At Bright Riders School in Abu Dhabi, 251 students sat the exam, with 179 (71.3 per cent) securing distinctions and a grade average of 80.71 per cent. Forty-five students scored 100 per cent in individual subjects, with mathematics (21 students) and English (10 students) leading the count. Deron Lawrance emerged as the overall school topper with 99.4 per cent, followed in the science stream by Vandana Anoop (97.2 per cent) and Aman Anoop Ahamed (96.6 per cent); Purvika Sharanabasappa topped commerce with 94.2 per cent. Emirates National School in Sharjah presented 114 students, with 17 scoring A1 grades across every subject; Acel Shyam Shibu led commerce with 97.2 per cent and Sanjay Sumesh led science with 96 per cent.

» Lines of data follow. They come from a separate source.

//===- GatesCommandTest.cpp - `revbound gates` as a user runs it ----------===//
//
// Runs the real executable: exit codes (DESIGN.md: 0 ok, 2 bad input or
// usage), the JSON form's schema and fields, --params, files, determinism.
// Expected values: gate angles from L(U) = max arccos |<psi|U|psi>| with the
// eigenvalues of Nielsen & Chuang's matrices (2000, sections 4.2-4.3): X, H,
// CX, CCX have eigenvalues +1 and -1, so pi/2; T = diag(1, e^{i pi/4}) gives
// pi/8; rz(theta) has eigenvalues e^{-+i theta/2}, so |theta|/2. ccx expands
// to 6 CX and 9 U in the standard's qelib1.inc (arXiv:1707.03429).
//
//===----------------------------------------------------------------------===//
#include "ToolRunner.h"

#include <gtest/gtest.h>
#include <nlohmann/json.hpp>

#include <cstdlib>
#include <filesystem>
#include <fstream>
#include <numbers>
#include <sstream>
#include <sys/wait.h>
#include <unistd.h>

namespace fs = std::filesystem;
using std::numbers::pi;

namespace {

using revbound::test::Outcome;
using revbound::test::slurp;

class GatesCommand : public revbound::test::ToolTest {
protected:
  /// Runs with `Args` and parses standard output as JSON; fails on exit != 0.
  nlohmann::json json(const std::string &Args, const std::string &Stdin = "") {
    Outcome R = invoke(Args, Stdin);
    EXPECT_EQ(R.Exit, 0) << R.Err;
    if (R.Exit != 0)
      return nullptr;
    return nlohmann::json::parse(R.Out);
  }
};

/// The row of `J` named `Name` with origin `Origin` (null if none).
nlohmann::json row(const nlohmann::json &J, const std::string &Name,
                   const std::string &Origin = "library") {
  if (!J.is_object())
    return nullptr;
  for (const nlohmann::json &G : J["gates"])
    if (G["name"] == Name && G["origin"] == Origin)
      return G;
  return nullptr;
}

double angle(const nlohmann::json &Row) {
  if (!Row.is_object() || !Row["angle_rad"].is_number()) {
    ADD_FAILURE() << "no angle in " << Row.dump();
    return -1;
  }
  return Row["angle_rad"].get<double>();
}

const char *Own = "OPENQASM 2.0;\ninclude \"qelib1.inc\";\n"
                  "gate flip a { x a; }\n"
                  "gate phase(th) a { rz(th) a; }\n"
                  "opaque magic b;\n";

} // namespace

TEST_F(GatesCommand, BuiltinLibraryJson) {
  nlohmann::json J = json("gates --format json");
  ASSERT_TRUE(J.is_object());
  EXPECT_EQ(J["schema"], "revbound/gates-1");
  EXPECT_TRUE(J["file"].is_null());
  EXPECT_EQ(J["library_included"], true);
  // The built-ins come first (OpenQASM 2.0 specification, section 3).
  EXPECT_EQ(J["gates"][0]["name"], "U");
  EXPECT_EQ(J["gates"][0]["origin"], "builtin");
  EXPECT_EQ(J["gates"][1]["name"], "CX");
  for (const char *G : {"x", "h", "cx", "ccx"})
    EXPECT_NEAR(angle(row(J, G)), pi / 2, 1e-9) << G;
  EXPECT_NEAR(angle(row(J, "t")), pi / 8, 1e-9);
  EXPECT_NEAR(angle(row(J, "s")), pi / 4, 1e-9);
  nlohmann::json Ccx = row(J, "ccx");
  EXPECT_EQ(Ccx["qubits"], 3);
  EXPECT_EQ(Ccx["class"], "permutation");
  EXPECT_EQ(Ccx["orthogonal"], true);
  EXPECT_EQ(Ccx["primitive"]["CX"], 6);
  EXPECT_EQ(Ccx["primitive"]["U"], 9);
  EXPECT_EQ(row(J, "h")["class"], "general");
  EXPECT_EQ(row(J, "y")["class"], "monomial");
  EXPECT_EQ(row(J, "cz")["class"], "diagonal");
  // Without values, rz's angle depends on theta: null, class for generic
  // values (rz is diagonal for every theta).
  nlohmann::json Rz = row(J, "rz");
  EXPECT_TRUE(Rz["angle_rad"].is_null());
  EXPECT_EQ(Rz["evaluation"], "generic");
  EXPECT_EQ(Rz["class"], "diagonal");
}

TEST_F(GatesCommand, ParamsGiveAngles) {
  nlohmann::json J =
      json("gates --format json --params rz=pi/4 --params 'u3=pi/2, 0, pi'");
  nlohmann::json Rz = row(J, "rz");
  EXPECT_EQ(Rz["evaluation"], "values");
  ASSERT_EQ(Rz["values"].size(), 1u);
  EXPECT_NEAR(Rz["values"][0].get<double>(), pi / 4, 1e-15);
  EXPECT_NEAR(angle(Rz), pi / 8, 1e-9); // |theta| / 2
  EXPECT_EQ(Rz["orthogonal"], false);
  // u3(pi/2, 0, pi) = h (qelib1.inc: h = u2(0,pi) = U(pi/2,0,pi)).
  nlohmann::json U3 = row(J, "u3");
  EXPECT_EQ(U3["class"], "general");
  EXPECT_NEAR(angle(U3), pi / 2, 1e-9);
}

TEST_F(GatesCommand, FileGatesAreMarked) {
  write("own.qasm", Own);
  nlohmann::json J = json("gates --format json --params phase=-pi/2 own.qasm");
  ASSERT_TRUE(J.is_object());
  EXPECT_EQ(J["file"], "own.qasm");
  EXPECT_EQ(J["library_included"], true);
  nlohmann::json Flip = row(J, "flip", "user");
  ASSERT_TRUE(Flip.is_object());
  EXPECT_EQ(Flip["defined_at"]["file"], "own.qasm");
  EXPECT_EQ(Flip["defined_at"]["line"], 3);
  EXPECT_EQ(Flip["class"], "permutation"); // it is X
  EXPECT_NEAR(angle(Flip), pi / 2, 1e-9);
  nlohmann::json Phase = row(J, "phase", "user");
  EXPECT_NEAR(angle(Phase), pi / 4, 1e-9); // |-pi/2| / 2
  nlohmann::json Magic = row(J, "magic", "opaque");
  ASSERT_TRUE(Magic.is_object());
  EXPECT_TRUE(Magic["class"].is_null());
  EXPECT_TRUE(Magic["angle_rad"].is_null());
  EXPECT_TRUE(Magic["note"].is_string());
  // The library is still listed, before the file's own gates.
  EXPECT_TRUE(row(J, "ccx").is_object());
  EXPECT_EQ(J["gates"].back()["name"], "magic");
}

TEST_F(GatesCommand, FileWithoutIncludeStillListsLibrary) {
  nlohmann::json J = json("gates --format json -",
                          "OPENQASM 2.0;\ngate g a { U(pi,0,pi) a; }\n");
  ASSERT_TRUE(J.is_object());
  EXPECT_EQ(J["file"], "<stdin>");
  EXPECT_EQ(J["library_included"], false);
  EXPECT_TRUE(row(J, "ccx").is_object());
  EXPECT_EQ(row(J, "g", "user")["class"], "permutation"); // U(pi,0,pi) ~ X
}

TEST_F(GatesCommand, TextTable) {
  Outcome R = invoke("gates --params rz=pi/4");
  ASSERT_EQ(R.Exit, 0) << R.Err;
  EXPECT_EQ(R.Err, "");
  std::istringstream Lines(R.Out);
  std::string Line;
  bool SawCcx = false, SawRz = false;
  while (std::getline(Lines, Line)) {
    std::istringstream Words(Line);
    std::string Name, From, Qubits;
    Words >> Name >> From >> Qubits;
    if (Name == "ccx") {
      SawCcx = true;
      EXPECT_EQ(From, "library");
      EXPECT_EQ(Qubits, "3");
      EXPECT_NE(Line.find("permutation"), std::string::npos);
      EXPECT_NE(Line.find("pi/2"), std::string::npos);
    }
    if (Name == "rz") {
      SawRz = true;
      EXPECT_NE(Line.find("pi/8"), std::string::npos) << Line;
    }
  }
  EXPECT_TRUE(SawCcx && SawRz) << R.Out;
}

TEST_F(GatesCommand, DeterministicAndOutputFile) {
  write("own.qasm", Own);
  Outcome A = invoke("gates --format json own.qasm");
  Outcome B = invoke("gates --format json own.qasm");
  ASSERT_EQ(A.Exit, 0) << A.Err;
  EXPECT_EQ(A.Out, B.Out);
  Outcome C = invoke("gates --format json -o table.json own.qasm");
  ASSERT_EQ(C.Exit, 0) << C.Err;
  EXPECT_EQ(C.Out, "");
  EXPECT_EQ(slurp(Dir / "table.json"), A.Out);
}

TEST_F(GatesCommand, BadInputExitsTwoWithDiagnostic) {
  write("bad.qasm", "OPENQASM 2.0;\ngate g a { foo a; }\n");
  Outcome R = invoke("gates bad.qasm");
  EXPECT_EQ(R.Exit, 2);
  EXPECT_EQ(R.Out, "");
  EXPECT_EQ(R.Err, "bad.qasm:2:12: error: unknown gate 'foo'\n"
                   "gate g a { foo a; }\n"
                   "           ^~~\n"
                   "note: the standard gates (h, cx, ccx, ...) come from "
                   "'include \"qelib1.inc\";'\n");
  Outcome Missing = invoke("gates nope.qasm");
  EXPECT_EQ(Missing.Exit, 2);
  EXPECT_NE(Missing.Err.find("cannot open 'nope.qasm'"), std::string::npos);
  Outcome Stdlib = invoke("gates --stdlib nope.inc");
  EXPECT_EQ(Stdlib.Exit, 2);
  EXPECT_NE(Stdlib.Err.find("cannot open 'nope.inc'"), std::string::npos);
}

TEST_F(GatesCommand, BadParamsExitTwo) {
  Outcome R = invoke("gates --params rz=pi/x");
  EXPECT_EQ(R.Exit, 2);
  EXPECT_EQ(R.Out, "");
  EXPECT_EQ(R.Err, "--params:1:7: error: 'x' is not defined; outside gate "
                   "bodies parameters must be constant expressions\n"
                   "rz=pi/x\n"
                   "      ^\n");
  Outcome Count = invoke("gates --params cx=1");
  EXPECT_EQ(Count.Exit, 2);
  EXPECT_EQ(Count.Err, "--params:1:1: error: gate 'cx' takes no parameters\n"
                       "cx=1\n"
                       "^~\n");
  EXPECT_EQ(invoke("gates --params nosuch=1").Exit, 2);
  EXPECT_EQ(invoke("gates --params 'rz=1/0'").Exit, 2);
}

TEST_F(GatesCommand, UsageErrorsExitTwo) {
  EXPECT_EQ(invoke("gates --format yaml").Exit, 2);
  EXPECT_EQ(invoke("gates --bogus").Exit, 2);
  write("a.qasm", Own);
  EXPECT_EQ(invoke("gates a.qasm a.qasm").Exit, 2);
  EXPECT_EQ(invoke("gates --help").Exit, 0);
}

Across GEMS Education's eleven CBSE schools in the UAE, 2,509 students appeared this year and recorded a 99.96 per cent pass rate, with an overall group average of 85.7 per cent and 35 per cent of students averaging 90 per cent and above. Abida Omer Karjikar from Our Own English High School Sharjah led the cohort with a perfect 100 per cent overall. Apurva Ranjit Prasannalayam from GEMS Our Own Indian School Dubai followed with 99.8 per cent, and several other students recorded 99.6 per cent across campuses. GEMS Millennium School Sharjah posted the highest school average at 90.9 per cent. Group CEO Dino Varkey said the results reflected both academic achievement and resilience in extraordinary circumstances. Group Chief Education Officer Lisa Crausby OBE said outcomes sustained year after year were built through a community united in purpose.

What students should do immediately

With results in hand, the first move is the simplest: read the marksheet carefully, then check university eligibility requirements and admissions deadlines before making any decisions. Education leaders interviewed by Khaleej Times stressed that this is not a moment for rushed responses. The 2026 results have an unusual texture — strong in many cases, but achieved through a non-standard pathway — and the right next step depends on what each student wants to do, not on a generic timeline.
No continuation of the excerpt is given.